2. Football benchmarks
Average Goal Difference on Football Benchmarks for IMPALA and DQN with SCORING and CHECKPOINT rewards:
First, the impact of different difficulty levels is clear from the plots. Harder tasks take significantly more steps to make some progress.
Second, with the raw scoring reward, Impala is only able to convincingly solve the easy task. Even in this case, it finds a way to consistently score only after 100M training steps. However, performance slowly improves over training steps in all tasks. On the other hand, the checkpoint rewards speed up training for Impala, especially after 20M steps. In particular, after 500M steps, Impala is able to repeatedly score in games at all levels. Despite the fact that the agent ends up scoring, the amount of required experience is simply enormous, and improved sample efficiency remains a big open question.

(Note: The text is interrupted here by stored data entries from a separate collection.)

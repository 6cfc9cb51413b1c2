package planshapes

import (
	"strconv"
	"strings"

	"gopkg.in/yaml.v3"

	"ordplan/plan"
)

// Choices reads the fuzz bytes as a stream of choices; once they run out
// every choice is 0 (the first option), so every input gives a plan.
type Choices struct {
	b []byte
	i int
}

// n gives a choice in [0, k).
func (c *Choices) n(k int) int {
	if k <= 1 || c.i >= len(c.b) {
		return 0
	}
	v := int(c.b[c.i])
	c.i++
	if k > 256 && c.i < len(c.b) {
		v = v<<8 | int(c.b[c.i])
		c.i++
	}
	return v % k
}

func (c *Choices) more() bool { return c.i < len(c.b) }

func pick[T any](c *Choices, xs []T) T { return xs[c.n(len(xs))] }

// Names are the column, term, level and parameter names the values are
// drawn from: those of the bases, the design columns they make, and some
// that no base declares.
var Names = []string{
	"y", "z", "a", "b", "c", "x", "w", "cl", "off",
	"safety", "pilot", "female", "age", "child_home", "years_resident", "years_log", "cyclist", "street_type",
	"change", "arm", "baseline_pain", "site",
	"treat", "grade", "dose", "bmi", "age_s", "dose.log.c", "bmi.polynomial", "treat&age_s",
	"pilot&street_type", "pilot&street_type.through_road", "street_type.through_road", "site.east", "site.south",
	"treat.drug", "grade.2", "age_s.1", "bmi.polynomial.2",
	"residential", "through_road", "cul_de_sac", "north", "east", "south", "west", "placebo", "drug",
	"very_unsafe", "unsafe", "neutral", "safe", "very_safe", "much_worse", "worse", "same", "better", "much_better",
	"1", "2", "3", "0", "-9", "NA", "", " ", "tau[1]", "tau[2]", "pilot[1]", "pilot[2]", "phi", "g1", "g2",
	"stop", "cumulative/parallel/logit", "stage/partial/probit", "adjacent/nonparallel/cauchy", "cumulative/constrained/logit",
	"cumulative/stereotype/logit", "cumulative//logit", "x/y/z", "mean", "sd", "median", "é", "a b", "a.b", "a&b", "[1]",
}

// Texts are the values of text keys (files, titles, keys of deviations).
var Texts = []string{
	"d.csv", "data/quietstreets.csv", "data/newrows.csv", "book.xlsx", "part.parquet", "parts/*.csv", "parts/[", "../x.csv",
	"/abs/d.csv", "", " ", "Sheet1", "t\u00e9", "rules[1]", "rules", "models.links", "rules[2].reject_if_test_rejects.alpha",
	"data.file", "outcomes[1].categories", "inference", "because", "EDIT", "a\nb",
}

// Integers and Numbers include values outside every key's range.
var Integers = []string{"0", "1", "2", "3", "4", "5", "10", "20", "1000", "10000000", "10000001", "-1", "-5",
	"18446744073709551615", "18446744073709551616", "9223372036854775807", "2147483648", "1e3", "1.5", "0x10"}

var Numbers = []string{"0", "1", "-1", "0.5", "0.05", "0.01", "0.95", "0.999", "2", "10", "100", "1e-300", "5e-324",
	"1e308", "-1e308", ".nan", ".inf", "-.inf", "3", "-0.5", "0.25", "0.2", "0.1", "40", "1.0000000000000002", "-0"}

// Hypothesis tokens: hypotheses are also made of these at random.
var hypTokens = []string{"a", "b", "x", "pilot", "pilot[1]", "pilot[2]", "pilot[0]", "pilot[99]", "tau[1]", "tau[4]",
	"tau[-1]", "site", "site.east", "street_type", "pilot&street_type", "arm", "age", "=", "=", "+", "-", "*", "2",
	"0.5", "0", "1e309", "(", ")", ";", ",", " ", "[", "]", "phi[1]", "treat&age_s", "y", "é", ""}

var hypotheses = []string{"a = 0", "a = b", "pilot[1] = pilot[2] = pilot[3] = pilot[4]", "female = 0",
	"pilot&street_type = 0", "tau[1] = -tau[4]", "site = 0", "site.east = 0; site.south = 0; site.west = 0",
	"arm = 0", "2*a - b = 1", "a = a", "0 = 0", "= 0", "a =", "a == 0", "a[1] = 0", "tau[1] = tau[1]",
	"a + a - 2*a = 0", "x = 1e400"}

func scalar(tag, v string) *yaml.Node {
	return &yaml.Node{Kind: yaml.ScalarNode, Tag: tag, Value: v}
}

func str(v string) *yaml.Node { return scalar("!!str", v) }

func null() *yaml.Node { return scalar("!!null", "null") }

func number(v string) *yaml.Node {
	if _, err := strconv.ParseInt(v, 10, 64); err == nil {
		return scalar("!!int", v)
	}
	if strings.HasPrefix(v, ".") || strings.HasPrefix(v, "-.") {
		return scalar("!!float", v)
	}
	if _, err := strconv.ParseFloat(v, 64); err == nil && !strings.HasPrefix(v, "0x") {
		return scalar("!!float", v)
	}
	if _, err := strconv.ParseUint(v, 10, 64); err == nil {
		return scalar("!!int", v)
	}
	return str(v)
}

func seq(items ...*yaml.Node) *yaml.Node {
	return &yaml.Node{Kind: yaml.SequenceNode, Tag: "!!seq", Content: items}
}

func mapping(kv ...*yaml.Node) *yaml.Node {
	return &yaml.Node{Kind: yaml.MappingNode, Tag: "!!map", Content: kv}
}

// g generates values.
type g struct {
	c     *Choices
	depth int
}

// wrong is a value of some other shape than the key wants.
func (g *g) wrong() *yaml.Node {
	switch g.c.n(9) {
	case 0:
		return null()
	case 1:
		return str("")
	case 2:
		return seq()
	case 3:
		return mapping()
	case 4:
		return number(pick(g.c, Numbers))
	case 5:
		return scalar("!!bool", pick(g.c, []string{"true", "false"}))
	case 6:
		return seq(str(pick(g.c, Names)), number(pick(g.c, Numbers)))
	case 7:
		return mapping(str(pick(g.c, Names)), str(pick(g.c, Names)))
	default:
		return str(pick(g.c, Names))
	}
}

func (g *g) hypothesis() *yaml.Node {
	if g.c.n(2) == 0 {
		return str(pick(g.c, hypotheses))
	}
	var b strings.Builder
	for i, k := 0, 1+g.c.n(9); i < k; i++ {
		b.WriteString(pick(g.c, hypTokens))
		if g.c.n(2) == 0 {
			b.WriteByte(' ')
		}
	}
	return str(b.String())
}

// any is a value of a key the decoder alone checks (terms, subset
// comparisons, centre and scale, profile values, effects).
func (g *g) any(name string) *yaml.Node {
	switch name {
	case "predictors":
		return g.terms()
	case "centre":
		return pick(g.c, []func() *yaml.Node{
			func() *yaml.Node { return str("mean") }, func() *yaml.Node { return str("median") },
			func() *yaml.Node { return number(pick(g.c, Numbers)) }, g.wrong,
		})()
	case "scale":
		return pick(g.c, []func() *yaml.Node{
			func() *yaml.Node { return str("sd") }, func() *yaml.Node { return number(pick(g.c, Numbers)) }, g.wrong,
		})()
	case "effects-value", "nonparallel-value":
		return g.effect(name == "nonparallel-value")
	}
	switch g.c.n(4) {
	case 0:
		return number(pick(g.c, Numbers))
	case 1:
		return str(pick(g.c, Names))
	case 2:
		return g.wrong()
	default:
		return number(pick(g.c, Integers))
	}
}

func (g *g) effect(perBoundary bool) *yaml.Node {
	one := func() *yaml.Node {
		switch g.c.n(5) {
		case 0:
			return number(pick(g.c, Numbers))
		case 1:
			m := mapping()
			for i, k := 0, g.c.n(4); i < k; i++ {
				m.Content = append(m.Content, str(pick(g.c, Names)), number(pick(g.c, Numbers)))
			}
			return m
		case 2:
			return mapping(str("at"), g.numbers(), str("values"), g.numbers())
		case 3:
			return mapping(str(pick(g.c, []string{"at", "values", "x"})), g.numbers())
		default:
			return g.wrong()
		}
	}
	if !perBoundary || g.c.n(5) == 0 {
		return one()
	}
	s := seq()
	for i, k := 0, g.c.n(6); i < k; i++ {
		s.Content = append(s.Content, one())
	}
	return s
}

func (g *g) numbers() *yaml.Node {
	s := seq()
	for i, k := 0, g.c.n(6); i < k; i++ {
		s.Content = append(s.Content, number(pick(g.c, Numbers)))
	}
	return s
}

var termSpec = plan.Spec.Keys[termsIndex()].Item

func termsIndex() int {
	for i, k := range plan.Spec.Keys {
		if k.Name == "predictors" {
			return i
		}
	}
	panic("planshapes: no predictors key")
}

func (g *g) term() *yaml.Node {
	if g.c.n(3) == 0 {
		return str(pick(g.c, Names))
	}
	return g.value(termSpec, "")
}

func (g *g) terms() *yaml.Node {
	if g.c.n(8) == 0 {
		return g.wrong()
	}
	s := seq()
	for i, k := 0, g.c.n(5); i < k; i++ {
		s.Content = append(s.Content, g.term())
	}
	return s
}

// value generates a value for the key x (named name where x is the value
// of a map entry or a list item): mostly of its kind, sometimes not.
func (g *g) value(x *plan.Key, name string) *yaml.Node {
	if g.c.n(12) == 0 {
		return g.wrong()
	}
	g.depth++
	defer func() { g.depth-- }()
	if x == nil {
		return g.any(name)
	}
	switch x.Kind {
	case plan.KindText:
		if name == "hypotheses-item" {
			return g.hypothesis()
		}
		return str(pick(g.c, Texts))
	case plan.KindName:
		return str(pick(g.c, Names))
	case plan.KindInteger:
		return number(pick(g.c, Integers))
	case plan.KindNumber, plan.KindProbability:
		return number(pick(g.c, Numbers))
	case plan.KindBoolean:
		return scalar("!!bool", pick(g.c, []string{"true", "false"}))
	case plan.KindWord:
		if g.c.n(6) == 0 {
			return str(pick(g.c, Names))
		}
		return str(pick(g.c, x.Words))
	case plan.KindWords:
		s := seq()
		for i, k := 0, g.c.n(5); i < k; i++ {
			if g.c.n(8) == 0 {
				s.Content = append(s.Content, str(pick(g.c, Names)))
			} else {
				s.Content = append(s.Content, str(pick(g.c, x.Words)))
			}
		}
		return s
	case plan.KindNames:
		s := seq()
		for i, k := 0, g.c.n(5); i < k; i++ {
			s.Content = append(s.Content, str(pick(g.c, Names)))
		}
		return s
	case plan.KindNumbers:
		return g.numbers()
	case plan.KindMapping:
		m := mapping()
		if g.depth > 6 {
			return m
		}
		for _, k := range x.Keys {
			if k.Required || g.c.n(3) == 0 {
				m.Content = append(m.Content, str(k.Name), g.value(k, k.Name))
			}
		}
		return m
	case plan.KindMap:
		m := mapping()
		if g.depth > 6 {
			return m
		}
		for i, k := 0, g.c.n(4); i < k; i++ {
			m.Content = append(m.Content, str(pick(g.c, Names)), g.value(mapValue(x), x.Name+"-value"))
		}
		return m
	case plan.KindList:
		s := seq()
		if g.depth > 6 {
			return s
		}
		for i, k := 0, g.c.n(4); i < k; i++ {
			if x.Name == "predictors" {
				s.Content = append(s.Content, g.term())
				continue
			}
			s.Content = append(s.Content, g.value(x.Item, x.Name+"-item"))
		}
		return s
	case plan.KindRules:
		s := seq()
		for i, k := 0, 1+g.c.n(5); i < k; i++ {
			s.Content = append(s.Content, g.rule(x))
		}
		return s
	case plan.KindAny:
		return g.any(x.Name)
	}
	return g.wrong()
}

func (g *g) rule(x *plan.Key) *yaml.Node {
	v := pick(g.c, x.Variants)
	var val *yaml.Node
	if v.Kind == plan.KindBoolean || g.c.n(6) == 0 {
		val = scalar("!!bool", pick(g.c, []string{"true", "false"}))
	} else {
		val = g.value(v, v.Name)
	}
	m := mapping(str(v.Name), val)
	if g.c.n(10) == 0 { // two kinds in one rule
		w := pick(g.c, x.Variants)
		m.Content = append(m.Content, str(w.Name), g.value(w, w.Name))
	}
	return m
}

// mapValue is the key describing every value of a map (nil: any value).
func mapValue(x *plan.Key) *plan.Key {
	if len(x.Keys) == 1 {
		if x.Keys[0].Kind == plan.KindAny {
			return nil
		}
		return x.Keys[0]
	}
	return nil
}

// site is a node of the plan with the key describing it.
type site struct {
	node   *yaml.Node
	key    *plan.Key // nil: checked by the decoder only
	name   string    // the value's key name, or LIST-item / MAP-value
	parent *yaml.Node
	at     int // index in parent.Content (the value's index in a mapping)
}

func collect(n *yaml.Node, x *plan.Key, name string, parent *yaml.Node, at int, out *[]site) {
	*out = append(*out, site{n, x, name, parent, at})
	switch n.Kind {
	case yaml.MappingNode:
		for i := 0; i+1 < len(n.Content); i += 2 {
			kname := n.Content[i].Value
			var child *plan.Key
			cname := kname
			if x != nil {
				switch x.Kind {
				case plan.KindMapping:
					for _, k := range x.Keys {
						if k.Name == kname {
							child = k
						}
					}
				case plan.KindMap:
					child, cname = mapValue(x), x.Name+"-value"
				case plan.KindRules:
					for _, v := range x.Variants {
						if v.Name == kname {
							child = v
						}
					}
				}
			}
			collect(n.Content[i+1], child, cname, n, i+1, out)
		}
	case yaml.SequenceNode:
		for i, it := range n.Content {
			var child *plan.Key
			cname := name + "-item"
			if x != nil {
				switch x.Kind {
				case plan.KindList:
					child = x.Item
				case plan.KindRules:
					child = x
				}
			}
			if name == "predictors" {
				child, cname = termSpec, ""
				if it.Kind == yaml.ScalarNode {
					child = nil
				}
			}
			collect(it, child, cname, n, i, out)
		}
	}
}

// Plan makes the text of a plan from a base plan (bases[choice]) changed
// at places the fuzz bytes choose: keys dropped, duplicated or added from
// plan.Spec, values replaced by generated ones of the right kind or of
// another, lists grown, shrunk or reordered. The result is YAML text (it
// may be an invalid plan; it is always a YAML document).
func Plan(fuzz []byte, bases [][]byte) []byte {
	c := &Choices{b: fuzz}
	g := &g{c: c}
	var doc yaml.Node
	if err := yaml.Unmarshal(bases[c.n(len(bases))], &doc); err != nil || len(doc.Content) == 0 {
		panic("planshapes: a base plan is not YAML: " + err.Error())
	}
	root := doc.Content[0]
	for step := 0; step < 40 && c.more(); step++ {
		var sites []site
		collect(root, plan.Spec, "", nil, 0, &sites)
		s := sites[c.n(len(sites))]
		mutate(g, s)
	}
	out, err := yaml.Marshal(&doc)
	if err != nil {
		return []byte("version: 1\n")
	}
	return out
}

func mutate(g *g, s site) {
	c := g.c
	n := s.node
	switch c.n(8) {
	case 0: // drop this value from its parent
		if s.parent == nil {
			return
		}
		if s.parent.Kind == yaml.MappingNode {
			s.parent.Content = append(s.parent.Content[:s.at-1], s.parent.Content[s.at+1:]...)
		} else {
			s.parent.Content = append(s.parent.Content[:s.at], s.parent.Content[s.at+1:]...)
		}
	case 1: // duplicate it
		if s.parent == nil {
			return
		}
		if s.parent.Kind == yaml.MappingNode {
			if c.n(4) == 0 { // the same key twice
				s.parent.Content = append(s.parent.Content, s.parent.Content[s.at-1], g.value(s.key, s.name))
			}
			return
		}
		s.parent.Content = append(s.parent.Content, clone(n))
	case 2, 3: // replace it by a value of its kind
		*n = *g.value(s.key, s.name)
	case 4: // replace it by a value of another shape
		*n = *g.wrong()
	case 5: // add a key the mapping allows, or an item to a list
		switch {
		case n.Kind == yaml.MappingNode && s.key != nil && s.key.Kind == plan.KindMapping && len(s.key.Keys) > 0:
			k := pick(c, s.key.Keys)
			n.Content = append(n.Content, str(k.Name), g.value(k, k.Name))
		case n.Kind == yaml.MappingNode && s.key != nil && s.key.Kind == plan.KindMap:
			n.Content = append(n.Content, str(pick(c, Names)), g.value(mapValue(s.key), s.key.Name+"-value"))
		case n.Kind == yaml.MappingNode:
			n.Content = append(n.Content, str(pick(c, append([]string{"levels", "reference", "free", "column", "name"}, Names...))), g.wrong())
		case n.Kind == yaml.SequenceNode && s.key != nil && (s.key.Kind == plan.KindList || s.key.Kind == plan.KindRules):
			if s.name == "predictors" {
				n.Content = append(n.Content, g.term())
			} else if s.key.Kind == plan.KindRules {
				n.Content = append(n.Content, g.rule(s.key))
			} else {
				n.Content = append(n.Content, g.value(s.key.Item, s.name+"-item"))
			}
		case n.Kind == yaml.SequenceNode && s.name == "hypotheses":
			n.Content = append(n.Content, g.hypothesis())
		case n.Kind == yaml.SequenceNode:
			n.Content = append(n.Content, str(pick(c, Names)))
		}
	case 6: // reorder a list or a mapping
		if len(n.Content) < 2 {
			return
		}
		if n.Kind == yaml.SequenceNode {
			i, j := c.n(len(n.Content)), c.n(len(n.Content))
			n.Content[i], n.Content[j] = n.Content[j], n.Content[i]
		} else if n.Kind == yaml.MappingNode {
			i, j := 2*c.n(len(n.Content)/2), 2*c.n(len(n.Content)/2)
			n.Content[i], n.Content[j] = n.Content[j], n.Content[i]
			n.Content[i+1], n.Content[j+1] = n.Content[j+1], n.Content[i+1]
		}
	case 7: // a scalar becomes a name, a number or empty
		if n.Kind == yaml.ScalarNode {
			switch c.n(3) {
			case 0:
				*n = *str(pick(c, Names))
			case 1:
				*n = *number(pick(c, Numbers))
			default:
				*n = *null()
			}
		}
	}
}

func clone(n *yaml.Node) *yaml.Node {
	m := *n
	m.Content = nil
	for _, c := range n.Content {
		m.Content = append(m.Content, clone(c))
	}
	return &m
}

Third, Ape-X DQN does not seem to benefit from the checkpoint reward; its performance is very similar with both reward functions. Notably, DQN makes progress in the easy scenario quickly (actually, it wins games on average at all stages shown in the plot). Unfortunately, learning progress on the medium and hard cases seems minimal, and further training is probably required.
3. Football academy
Training agents for the Football Benchmarks can be challenging. Accordingly, we also provide the Football Academy: a diverse set of scenarios of varying difficulty. Its main goal is to allow researchers to get started on new research ideas quickly, and iterate on them.